## EXERCISE PROMPT
Give the number of lines in these entries that contain the string "useContext", with no further comment.

## DATASET ENTRIES
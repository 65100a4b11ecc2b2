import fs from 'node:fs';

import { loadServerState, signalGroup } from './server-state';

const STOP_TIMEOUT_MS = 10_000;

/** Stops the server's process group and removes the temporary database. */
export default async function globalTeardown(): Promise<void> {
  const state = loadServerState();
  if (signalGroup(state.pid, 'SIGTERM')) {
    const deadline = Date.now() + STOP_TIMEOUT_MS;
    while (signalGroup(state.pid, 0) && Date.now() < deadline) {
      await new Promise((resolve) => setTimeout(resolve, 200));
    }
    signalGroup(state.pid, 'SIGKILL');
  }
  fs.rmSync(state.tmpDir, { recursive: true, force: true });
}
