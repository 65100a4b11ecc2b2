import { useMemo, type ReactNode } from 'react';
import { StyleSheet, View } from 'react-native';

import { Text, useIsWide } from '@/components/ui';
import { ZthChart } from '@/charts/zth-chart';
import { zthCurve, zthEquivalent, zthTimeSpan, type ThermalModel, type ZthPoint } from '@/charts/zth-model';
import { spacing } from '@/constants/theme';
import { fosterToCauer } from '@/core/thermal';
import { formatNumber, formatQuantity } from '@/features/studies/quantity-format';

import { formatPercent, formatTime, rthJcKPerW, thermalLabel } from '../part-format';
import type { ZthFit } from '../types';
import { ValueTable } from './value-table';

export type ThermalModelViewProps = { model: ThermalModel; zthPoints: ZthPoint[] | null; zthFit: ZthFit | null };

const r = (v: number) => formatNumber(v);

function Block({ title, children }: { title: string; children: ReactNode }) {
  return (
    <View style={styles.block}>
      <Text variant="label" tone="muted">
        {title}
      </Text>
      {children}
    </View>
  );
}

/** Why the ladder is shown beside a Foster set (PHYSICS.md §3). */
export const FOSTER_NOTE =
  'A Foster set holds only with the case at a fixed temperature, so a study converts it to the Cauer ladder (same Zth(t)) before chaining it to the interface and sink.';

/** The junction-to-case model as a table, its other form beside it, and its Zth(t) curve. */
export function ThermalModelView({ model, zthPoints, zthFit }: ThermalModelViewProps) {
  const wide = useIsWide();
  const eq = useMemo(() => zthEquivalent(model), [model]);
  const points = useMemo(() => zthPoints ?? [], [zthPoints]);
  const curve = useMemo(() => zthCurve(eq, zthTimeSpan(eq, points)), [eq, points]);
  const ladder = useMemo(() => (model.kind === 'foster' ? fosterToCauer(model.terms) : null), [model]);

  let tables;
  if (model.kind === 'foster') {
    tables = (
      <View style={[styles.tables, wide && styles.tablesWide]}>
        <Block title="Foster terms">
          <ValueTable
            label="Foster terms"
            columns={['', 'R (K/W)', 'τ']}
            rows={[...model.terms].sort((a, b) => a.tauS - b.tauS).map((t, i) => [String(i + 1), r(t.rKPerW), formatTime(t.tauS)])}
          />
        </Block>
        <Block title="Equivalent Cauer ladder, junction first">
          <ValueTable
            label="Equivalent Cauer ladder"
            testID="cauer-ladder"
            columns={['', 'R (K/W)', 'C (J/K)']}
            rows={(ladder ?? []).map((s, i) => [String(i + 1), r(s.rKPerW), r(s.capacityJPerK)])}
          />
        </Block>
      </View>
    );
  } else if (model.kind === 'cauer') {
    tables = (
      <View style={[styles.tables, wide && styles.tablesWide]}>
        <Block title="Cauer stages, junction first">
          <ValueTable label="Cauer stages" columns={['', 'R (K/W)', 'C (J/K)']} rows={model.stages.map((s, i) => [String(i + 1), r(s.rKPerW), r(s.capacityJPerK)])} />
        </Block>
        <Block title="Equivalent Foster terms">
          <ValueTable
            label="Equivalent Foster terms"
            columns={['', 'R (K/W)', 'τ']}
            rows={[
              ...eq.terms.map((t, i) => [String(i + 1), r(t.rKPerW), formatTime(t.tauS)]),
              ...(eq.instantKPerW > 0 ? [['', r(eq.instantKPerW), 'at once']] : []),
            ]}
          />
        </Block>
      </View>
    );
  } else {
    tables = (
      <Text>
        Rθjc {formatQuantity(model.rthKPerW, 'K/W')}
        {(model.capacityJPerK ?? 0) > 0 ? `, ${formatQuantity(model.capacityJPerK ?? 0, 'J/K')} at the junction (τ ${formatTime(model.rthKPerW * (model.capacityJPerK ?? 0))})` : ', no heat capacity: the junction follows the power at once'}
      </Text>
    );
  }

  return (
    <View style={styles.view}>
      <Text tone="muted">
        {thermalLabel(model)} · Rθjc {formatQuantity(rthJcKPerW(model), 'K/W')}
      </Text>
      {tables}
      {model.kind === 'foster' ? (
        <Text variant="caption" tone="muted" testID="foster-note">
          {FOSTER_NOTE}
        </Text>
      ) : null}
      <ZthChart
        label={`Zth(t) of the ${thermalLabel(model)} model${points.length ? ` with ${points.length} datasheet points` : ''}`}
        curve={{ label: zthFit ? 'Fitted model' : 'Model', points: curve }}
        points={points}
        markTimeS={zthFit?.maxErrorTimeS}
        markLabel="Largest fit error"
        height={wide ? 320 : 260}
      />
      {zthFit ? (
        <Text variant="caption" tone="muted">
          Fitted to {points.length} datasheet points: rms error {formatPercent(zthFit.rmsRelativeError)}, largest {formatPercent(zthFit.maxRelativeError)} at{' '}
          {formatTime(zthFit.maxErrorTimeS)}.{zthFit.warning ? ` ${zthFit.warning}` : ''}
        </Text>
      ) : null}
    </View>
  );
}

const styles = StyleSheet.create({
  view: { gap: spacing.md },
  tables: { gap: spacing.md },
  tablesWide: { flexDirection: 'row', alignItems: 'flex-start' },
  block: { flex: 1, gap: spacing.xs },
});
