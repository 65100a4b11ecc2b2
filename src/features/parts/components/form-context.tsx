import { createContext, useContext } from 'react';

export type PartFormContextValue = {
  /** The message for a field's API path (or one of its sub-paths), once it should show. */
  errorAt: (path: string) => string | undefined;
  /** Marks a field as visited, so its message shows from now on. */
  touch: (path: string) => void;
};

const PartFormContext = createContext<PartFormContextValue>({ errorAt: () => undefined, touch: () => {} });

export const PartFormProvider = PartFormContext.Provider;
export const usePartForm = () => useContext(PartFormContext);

--

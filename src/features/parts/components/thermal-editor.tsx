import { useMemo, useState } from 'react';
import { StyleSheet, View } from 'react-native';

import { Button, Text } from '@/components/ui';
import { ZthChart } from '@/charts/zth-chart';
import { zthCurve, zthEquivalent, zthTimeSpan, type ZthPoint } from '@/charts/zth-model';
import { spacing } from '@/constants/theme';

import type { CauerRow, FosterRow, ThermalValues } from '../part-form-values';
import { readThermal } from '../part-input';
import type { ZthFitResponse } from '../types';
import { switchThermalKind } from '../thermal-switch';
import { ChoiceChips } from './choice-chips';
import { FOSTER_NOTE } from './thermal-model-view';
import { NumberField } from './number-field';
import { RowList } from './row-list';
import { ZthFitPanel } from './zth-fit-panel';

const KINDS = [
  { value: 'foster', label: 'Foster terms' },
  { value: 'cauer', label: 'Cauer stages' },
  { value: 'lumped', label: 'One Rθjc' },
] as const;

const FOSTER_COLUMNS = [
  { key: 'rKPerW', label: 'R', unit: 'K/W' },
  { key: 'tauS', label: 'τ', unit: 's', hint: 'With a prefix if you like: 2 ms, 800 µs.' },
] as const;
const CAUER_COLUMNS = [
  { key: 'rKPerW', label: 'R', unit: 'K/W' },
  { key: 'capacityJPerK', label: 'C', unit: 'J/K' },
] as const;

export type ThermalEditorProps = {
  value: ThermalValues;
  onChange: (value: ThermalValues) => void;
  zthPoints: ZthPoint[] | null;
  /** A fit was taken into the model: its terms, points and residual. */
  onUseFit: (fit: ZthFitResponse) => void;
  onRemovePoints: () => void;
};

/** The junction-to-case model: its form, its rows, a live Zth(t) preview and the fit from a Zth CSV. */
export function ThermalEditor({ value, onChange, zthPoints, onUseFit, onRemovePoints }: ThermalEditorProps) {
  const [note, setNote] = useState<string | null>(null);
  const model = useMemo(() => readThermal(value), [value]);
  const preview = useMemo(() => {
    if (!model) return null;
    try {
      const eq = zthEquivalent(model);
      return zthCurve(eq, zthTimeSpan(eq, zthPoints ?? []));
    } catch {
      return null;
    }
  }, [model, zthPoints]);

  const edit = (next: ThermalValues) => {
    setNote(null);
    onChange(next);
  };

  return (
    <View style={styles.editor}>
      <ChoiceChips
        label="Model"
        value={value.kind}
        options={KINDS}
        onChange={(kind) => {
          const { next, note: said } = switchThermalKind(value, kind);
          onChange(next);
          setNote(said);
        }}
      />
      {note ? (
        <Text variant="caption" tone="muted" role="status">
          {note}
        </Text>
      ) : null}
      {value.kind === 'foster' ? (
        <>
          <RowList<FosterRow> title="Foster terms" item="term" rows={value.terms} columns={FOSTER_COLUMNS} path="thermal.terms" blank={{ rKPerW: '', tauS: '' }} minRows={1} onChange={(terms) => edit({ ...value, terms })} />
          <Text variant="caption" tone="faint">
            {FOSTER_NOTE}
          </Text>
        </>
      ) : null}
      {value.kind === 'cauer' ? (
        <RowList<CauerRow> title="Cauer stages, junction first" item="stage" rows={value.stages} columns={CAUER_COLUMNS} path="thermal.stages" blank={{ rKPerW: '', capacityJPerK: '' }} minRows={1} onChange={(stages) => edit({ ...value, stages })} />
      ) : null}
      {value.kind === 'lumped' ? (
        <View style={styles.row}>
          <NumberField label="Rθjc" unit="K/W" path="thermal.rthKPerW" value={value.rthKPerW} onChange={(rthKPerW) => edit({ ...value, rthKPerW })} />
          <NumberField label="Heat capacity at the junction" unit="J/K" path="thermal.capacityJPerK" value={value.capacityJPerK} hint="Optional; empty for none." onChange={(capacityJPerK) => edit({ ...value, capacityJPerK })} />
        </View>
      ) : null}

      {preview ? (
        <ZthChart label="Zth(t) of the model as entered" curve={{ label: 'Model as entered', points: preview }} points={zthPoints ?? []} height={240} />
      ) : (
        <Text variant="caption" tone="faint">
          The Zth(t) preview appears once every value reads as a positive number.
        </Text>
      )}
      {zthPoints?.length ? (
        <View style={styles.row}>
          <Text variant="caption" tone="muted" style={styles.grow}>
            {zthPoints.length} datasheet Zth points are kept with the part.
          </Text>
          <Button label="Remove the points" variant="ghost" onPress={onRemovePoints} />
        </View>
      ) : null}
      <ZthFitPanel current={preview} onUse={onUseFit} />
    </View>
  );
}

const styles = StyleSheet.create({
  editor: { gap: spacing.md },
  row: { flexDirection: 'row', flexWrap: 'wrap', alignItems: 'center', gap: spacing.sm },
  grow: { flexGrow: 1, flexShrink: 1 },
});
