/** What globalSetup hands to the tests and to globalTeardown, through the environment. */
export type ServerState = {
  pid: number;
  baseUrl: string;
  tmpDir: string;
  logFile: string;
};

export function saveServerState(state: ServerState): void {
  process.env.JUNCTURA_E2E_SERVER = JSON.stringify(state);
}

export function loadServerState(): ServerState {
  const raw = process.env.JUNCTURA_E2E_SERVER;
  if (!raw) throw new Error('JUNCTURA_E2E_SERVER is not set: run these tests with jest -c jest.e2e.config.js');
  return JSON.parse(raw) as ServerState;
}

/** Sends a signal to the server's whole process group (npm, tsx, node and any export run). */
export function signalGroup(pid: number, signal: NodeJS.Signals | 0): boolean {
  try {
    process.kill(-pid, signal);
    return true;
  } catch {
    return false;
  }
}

## SOLVED PROBLEM
2